#### Given records

// Describe returns the summaries of x and y as Describe gives them: the
// mean and SD by the corrected two-pass sums taken in canonical order, the
// quartiles (Quantile7) read from the sorted values without a copy.
func (s *Sorted) Describe() (x, y Summary) {
	yAt := func(k int) float64 { return s.Y[s.ByY[k]] }
	m := s.Moments() // the means and centred sums of squares meanSS gives
	return summarySorted(s.Len(), m.MeanX, m.Sxx, func(k int) float64 { return s.X[k] }), summarySorted(s.Len(), m.MeanY, m.Syy, yAt)
}

// summarySorted is Describe of n values (no NaN) of mean m and centred
// sum of squares ss (meanSS) whose k-th smallest value is at(k).
func summarySorted(n int, m, ss float64, at func(int) float64) Summary {
	nan := math.NaN()
	sm := Summary{N: n, Mean: nan, SD: nan, Min: nan, Q1: nan, Median: nan, Q3: nan, Max: nan}
	if n == 0 {
		return sm
	}
	sm.Mean = m
	if n > 1 {
		sm.SD = math.Sqrt(ss / float64(n-1))
	}
	sm.Min, sm.Max = at(0), at(n-1)
	sm.Q1, sm.Median, sm.Q3 = quantile7At(n, at, 0.25), quantile7At(n, at, 0.5), quantile7At(n, at, 0.75)
	return sm
}

// Pearson returns Pearson(s.X, s.Y, conf) given m = CentredMoments(s.X,
// s.Y): where neither column needs Pearson's scaling by a power of two
// (pow2Shift, which depends only on the largest magnitude, read off the
// sorted ends) it is PearsonMoments(m, conf), the same figures without
// another pass over the pairs; else Pearson's.
func (s *Sorted) Pearson(m Moments, conf float64) Correlation {
	if n := s.Len(); n >= 2 && m.N == n {
		x0, x1, y0, y1 := s.ends()
		if endsShift(x0, x1) == 0 && endsShift(y0, y1) == 0 {
			return PearsonMoments(m, conf)
		}
	}
	return Pearson(s.X, s.Y, conf)
}

// ends returns the smallest and the largest x and y (n ≥ 1).
func (s *Sorted) ends() (x0, x1, y0, y1 float64) {
	n := s.Len()
	return s.X[0], s.X[n-1], s.Y[s.ByY[0]], s.Y[s.ByY[n-1]]
}

// endsShift is pow2Shift of a column whose least and largest values are
// lo and hi: its scaling depends only on the largest magnitude.
func endsShift(lo, hi float64) int { return shiftFor(max(math.Abs(lo), math.Abs(hi))) }

// finite reports whether every value is neither NaN nor ±Inf.
func finite(v ...float64) bool {
	for _, a := range v {
		if math.IsNaN(a) || math.IsInf(a, 0) {
			return false
		}
	}
	return true
}

// LineSummary returns LineSummary(s.X, s.Y, conf). What that checks in
// passes over the pairs (every value finite, x not constant) and the
// scaling it takes from their largest magnitudes (pow2Shift) are read off
// the sorted ends instead: five passes less. Data that fail a check go
// the general way, which says what is wrong.
func (s *Sorted) LineSummary(conf float64) (LineFit, error) {
	if s.Len() >= 2 {
		x0, x1, y0, y1 := s.ends()
		if finite(x0, x1, y0, y1) && x0 != x1 {
			kx, ky := endsShift(x0, x1), endsShift(y0, y1)
			if kx == 0 && ky == 0 {
				// The fit's first two passes, and lineFrom's x̄ and Sxx,
				// are the figures of Moments: taken from it.
				m := s.Moments()
				known := []colParts{{m.parts.xhi, m.parts.xlo, m.Sxx}, {m.parts.yhi, m.parts.ylo, m.Syy}}
				reg, err := lsqSummaryKnown(s.Len(), 1, columnRows([][]float64{s.X}, s.Y), conf, known)
				if err != nil {
					return LineFit{}, err
				}
				return lineFrom(reg, m.MeanX, m.Sxx), nil
			}
			reg, err := fitShifted([][]float64{s.X}, s.Y, conf, false, []int{kx}, ky)
			if err != nil {
				return LineFit{}, err
			}
			mx, sxx := meanSS(s.X)
			return lineFrom(reg, mx, sxx), nil
		}
	}
	return LineSummary(s.X, s.Y, conf)
}

// PolynomialSummary returns PolynomialSummary(s.X, s.Y, degree, conf),
// its checks and y's scaling read off the sorted ends as LineSummary's
// are, and the largest |x − x̄| too: x − x̄ (rounded) grows with x, so it
// is largest in magnitude at an end.
func (s *Sorted) PolynomialSummary(degree int, conf float64) (Regression, error) {
	if n := s.Len(); degree >= 1 && n >= degree+1 && n >= 2 {
		x0, x1, y0, y1 := s.ends()
		if finite(x0, x1, y0, y1) && distinctAtMost(s.X, degree+1) == degree+1 {
			c := s.Moments().MeanX // meanSS(s.X)'s figure
			return polySummary(s.X, s.Y, degree, conf, c, max(math.Abs(x0-c), math.Abs(x1-c)), endsShift(y0, y1))
		}
	}
	return PolynomialSummary(s.X, s.Y, degree, conf)
}
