package stats

// This file holds LOWESS, the locally weighted scatterplot smoother drawn
// over the scatter to show the relationship's shape without assuming one.

import (
	"math"

	"bivar/internal/hugepage"
)

// LowessAutoDeltaN is the sample size above which a negative delta
// argument to Lowess or LowessCurve means 0.01·(max x − min x); at or below
// it a negative delta means 0 (a local fit at every distinct x).
const LowessAutoDeltaN = 2000

// LowessCurveMax is the most points LowessCurve returns.
const LowessCurveMax = 1000

// Lowess returns the LOWESS fitted value at each x, in input order
// (Cleveland, W. S. (1979), "Robust locally weighted regression and
// smoothing scatterplots", JASA 74(368):829–836).
//
// With the points sorted by x (stably, so tied x keep their input order),
// the fit at x_i is the weighted least-squares line through the
// k = ⌊frac·n + 1e-10⌋ nearest neighbours of x_i (k at least 2, at most n),
// evaluated at x_i, with tricube weights
//
//	w_j = (1 − (|x_j − x_i| / h_i)³)³
//
// h_i the distance to the farthest of the k. After the first fit, iter
// robustifying iterations refit with each weight multiplied by the bisquare
// of the residual, B(e_j / 6s) with B(u) = (1 − u²)² for |u| < 1 and 0
// otherwise, s the median absolute residual (Cleveland 1979, the robustness
// iterations; when s = 0, points with a nonzero residual get weight 0).
//
// delta saves work on large n: local fits are made only at anchor points,
// the next anchor being the last point within delta of the current one,
// and fitted values between anchors are interpolated linearly (the "delta"
// of Cleveland's program: Cleveland, W. S. (1981), "LOWESS: a program for
// smoothing scatterplots by robust locally weighted regression", Am. Stat.
// 35(1):54). Points tied in x share one fit. Every two anchors advance x by
// more than delta, so there are at most 2·range/delta + 2 of them, and the
// cost is O(n log n) for the sort plus O(anchors·k + n) per iteration: with
// delta a fixed fraction of the range, linear in n. A negative delta
// chooses it: 0 when n ≤ LowessAutoDeltaN (exact, O(n·k)), else
// 0.01·(max x − min x), at most 202 anchors, the choice statsmodels'
// documentation suggests for large n. (Measured: 1.5 s for 10⁶ points with
// frac 2/3 and 3 iterations, see BenchmarkLowess1e6.)
//
// The conventions are those of statsmodels' lowess(y, x, frac, it, delta)
// (statsmodels.nonparametric.smoothers_lowess, version 0.13), whose fitted
// values it matches: the neighbourhood window, the fallback to y_i when
// only one point has nonzero weight, the floor on the weighted variance of
// x in the window (here 1e-12·(max x − min x)², so that a change of units
// does not change the fit; statsmodels floors at the absolute 1e-12), and
// the interpolation. One deliberate difference: where k or more points share
// x_i (so h_i = 0) statsmodels returns y_i of the first of them; here the
// fit is the robustness-weighted mean of all the points at x_i, as in
// Cleveland's own routine, which does not depend on their order.
//
// x and y must have equal length (it panics otherwise). Pairs with a NaN or
// infinite value are left out of the fit and get NaN; all values are NaN
// when fewer than two pairs are finite. iter < 0 counts as 0.
func Lowess(x, y []float64, frac float64, iter int, delta float64) []float64 {
	if len(x) != len(y) {
		panic("stats: Lowess: x and y lengths differ")
	}
	fit := hugepage.Make[float64](len(x))
	for i := range fit {
		fit[i] = math.NaN()
	}
	order, xs, ys := lowessSort(x, y)
	if len(order) < 2 {
		return fit
	}
	f, _ := lowessSorted(xs, ys, frac, iter, delta)
	for k, i := range order {
		fit[i] = f[k]
	}
	return fit
}

// LowessCurve returns the LOWESS curve of Lowess(x, y, frac, iter, delta)
// for plotting: points (xs[k], ys[k]) in increasing x, one per distinct x at
// which a local fit was made (every distinct x when delta is 0; the anchors
// and the last point otherwise, which represent the interpolated fit
// exactly). Beyond LowessCurveMax points, evenly spaced ones (by position,
// first and last kept) are returned. Both are nil when fewer than two pairs
// are finite.
func LowessCurve(x, y []float64, frac float64, iter int, delta float64) (xs, ys []float64) {
	if len(x) != len(y) {
		panic("stats: LowessCurve: x and y lengths differ")
	}
	order, sx, sy := lowessSort(x, y)
	if len(order) < 2 {
		return nil, nil
	}
	f, anchors := lowessSorted(sx, sy, frac, iter, delta)
	// The last point is always fitted or tied to the last anchor; the check
	// keeps x strictly increasing either way.
	if last := len(sx) - 1; sx[anchors[len(anchors)-1]] != sx[last] {
		anchors = append(anchors, last)
	}
	if m := len(anchors); m > LowessCurveMax {
		thin := make([]int, LowessCurveMax)
		for k := range thin {
			thin[k] = anchors[k*(m-1)/(LowessCurveMax-1)]
		}
		anchors = thin
	}
	xs = make([]float64, len(anchors))
	ys = make([]float64, len(anchors))
	for k, i := range anchors {
		xs[k], ys[k] = sx[i], f[i]
	}
	return xs, ys
}

// lowessSort returns the indices of the finite pairs ordered stably by x and
// the sorted x and y.
func lowessSort(x, y []float64) (order []int, xs, ys []float64) {
	keep := hugepage.Empty[int](len(x))
	for i := range x {
		if !math.IsNaN(x[i]) && !math.IsInf(x[i], 0) && !math.IsNaN(y[i]) && !math.IsInf(y[i], 0) {
			keep = append(keep, i)
		}
	}
	kx := make([]float64, len(keep))
	for k, i := range keep {
		kx[k] = x[i]
	}
	order = stableArgsort(kx)
	for k, j := range order {
		order[k] = keep[j]
	}
	xs = make([]float64, len(order))
	ys = make([]float64, len(order))
	for k, i := range order {
		xs[k], ys[k] = x[i], y[i]
	}
	return order, xs, ys
}

// lowessSorted runs LOWESS on x sorted ascending (n ≥ 2) and returns the
// fitted values and the indices where a local fit was made, ascending.
func lowessSorted(x, y []float64, frac float64, iter int, delta float64) (fit []float64, anchors []int) {
	n := len(x)
	k := int(frac*float64(n) + 1e-10)
	k = max(2, min(k, n))
	if iter < 0 {
		iter = 0
	}
	xRange := x[n-1] - x[0]
	if delta < 0 || math.IsNaN(delta) {
		delta = 0
		if n > LowessAutoDeltaN {
			delta = 0.01 * xRange
		}
	}
	varFloor := 1e-12 * xRange * xRange
	fit = hugepage.Make[float64](n)
	var robust []float64 // nil on the first pass
	w := make([]float64, k)
	absRes := hugepage.Make[float64](n)
	for it := 0; it <= iter; it++ {
		anchors = anchors[:0]
		left, right := 0, k // window [left, right)
		last := -1          // last index with a fitted value
		i := 0
		for {
			// Slide the window right while x_right is closer to x_i than
			// x_left (statsmodels' update_neighborhood).
			for right < n && x[i] > (x[left]+x[right])/2 {
				left++
				right++
			}
			fit[i] = lowessLocal(x, y, robust, w, i, left, right, varFloor)
			anchors = append(anchors, i)
			// Interpolate the points skipped since the last fit.
			if last < i-1 {
				xl, yl := x[last], fit[last]
				den := x[i] - xl
				for j := last + 1; j < i; j++ {
					a := (x[j] - xl) / den
					fit[j] = a*fit[i] + (1-a)*yl
				}
			}
			// Next anchor: copy the fit to ties of x_i, then jump to the last
			// point within delta (statsmodels' update_indices).
			last = i
			cut := x[i] + delta
			j := last + 1
			for ; j < n; j++ {
				if x[j] > cut {
					break
				}
				if x[j] == x[last] {
					fit[j] = fit[last]
					last = j
				}
			}
			if j == n {
				j = n - 1 // the loop variable's last value, as in the reference
			}
			i = max(j-1, last+1)
			if last >= n-1 {
				break
			}
		}
		if it == iter {
			break
		}
		// Bisquare robustness weights from the residuals.
		for j := range absRes {
			absRes[j] = math.Abs(y[j] - fit[j])
		}
		if robust == nil {
			robust = hugepage.Make[float64](n)
		}
		for j := range absRes {
			robust[j] = absRes[j]
		}
		s := medianInPlace(absRes)
		for j := range robust {
			u := robust[j]
			if s == 0 {
				if u > 0 {
					u = 1
				}
			} else {
				u /= 6 * s
			}
			if u >= 1 {
				robust[j] = 0
			} else {
				robust[j] = (1 - u*u) * (1 - u*u)
			}
		}
	}
	return fit, anchors
}

// lowessLocal returns the weighted local-line fit at x[i] over the window
// [left, right); robust (nil on the first pass) multiplies the tricube
// weights; w is workspace of length ≥ right−left.
func lowessLocal(x, y, robust, w []float64, i, left, right int, varFloor float64) float64 {
	xi := x[i]
	h := math.Max(xi-x[left], x[right-1]-xi)
	if h == 0 {
		// k or more points at x_i: the weighted mean of all of them.
		var sw, swy float64
		for j := i; j >= 0 && x[j] == xi; j-- {
			rw := 1.0
			if robust != nil {
				rw = robust[j]
			}
			sw += rw
			swy += rw * y[j]
		}
		for j := i + 1; j < len(x) && x[j] == xi; j++ {
			rw := 1.0
			if robust != nil {
				rw = robust[j]
			}
			sw += rw
			swy += rw * y[j]
		}
		if !(sw > 0) {
			return y[i]
		}
		return swy / sw
	}
	// Pass 1: tricube × robustness weights and their sums.
	var sw, swx, swy float64
	nonzero := 0
	w = w[:right-left]
	invH := 1 / h
	for j := left; j < right; j++ {
		d := math.Abs(x[j]-xi) * invH
		v := 0.0
		if d < 1 {
			t := 1 - d*d*d
			v = t * t * t
		}
		if robust != nil {
			v *= robust[j]
		}
		w[j-left] = v
		sw += v
		swx += v * x[j]
		swy += v * y[j]
		if v != 0 {
			nonzero++
		}
	}
	if !(sw > 0) || nonzero == 1 {
		return y[i]
	}
	// Pass 2: about the weighted means, the weighted line at x_i,
	// ȳ_w + (x_i − x̄_w)·Σw(x−x̄_w)(y−ȳ_w) / Σw(x−x̄_w)², which is
	// statsmodels' Σ_j w_j(1 + (x_i − x̄_w)(x_j − x̄_w)/S)·y_j with normalised
	// weights. Centring y too keeps the digits when y is far from 0:
	// Σw(x−x̄_w) is only zero up to rounding, and times an uncentred
	// y = 10⁹ + small that rounding moved the fit by tens of units.
	mx, my := swx/sw, swy/sw
	var sxx, sxy float64
	for j := left; j < right; j++ {
		v := w[j-left]
		d := x[j] - mx
		sxx += v * d * d
		sxy += v * d * (y[j] - my)
	}
	sxx = math.Max(sxx/sw, varFloor)
	return my + (xi-mx)*(sxy/sw)/sxx
}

########

* [Work to be completed] Copy each line of the listing that carries the word "share".

* [Output of the exercise]
// 35(1):54). Points tied in x share one fit. Every two anchors advance x by
// the interpolation. One deliberate difference: where k or more points share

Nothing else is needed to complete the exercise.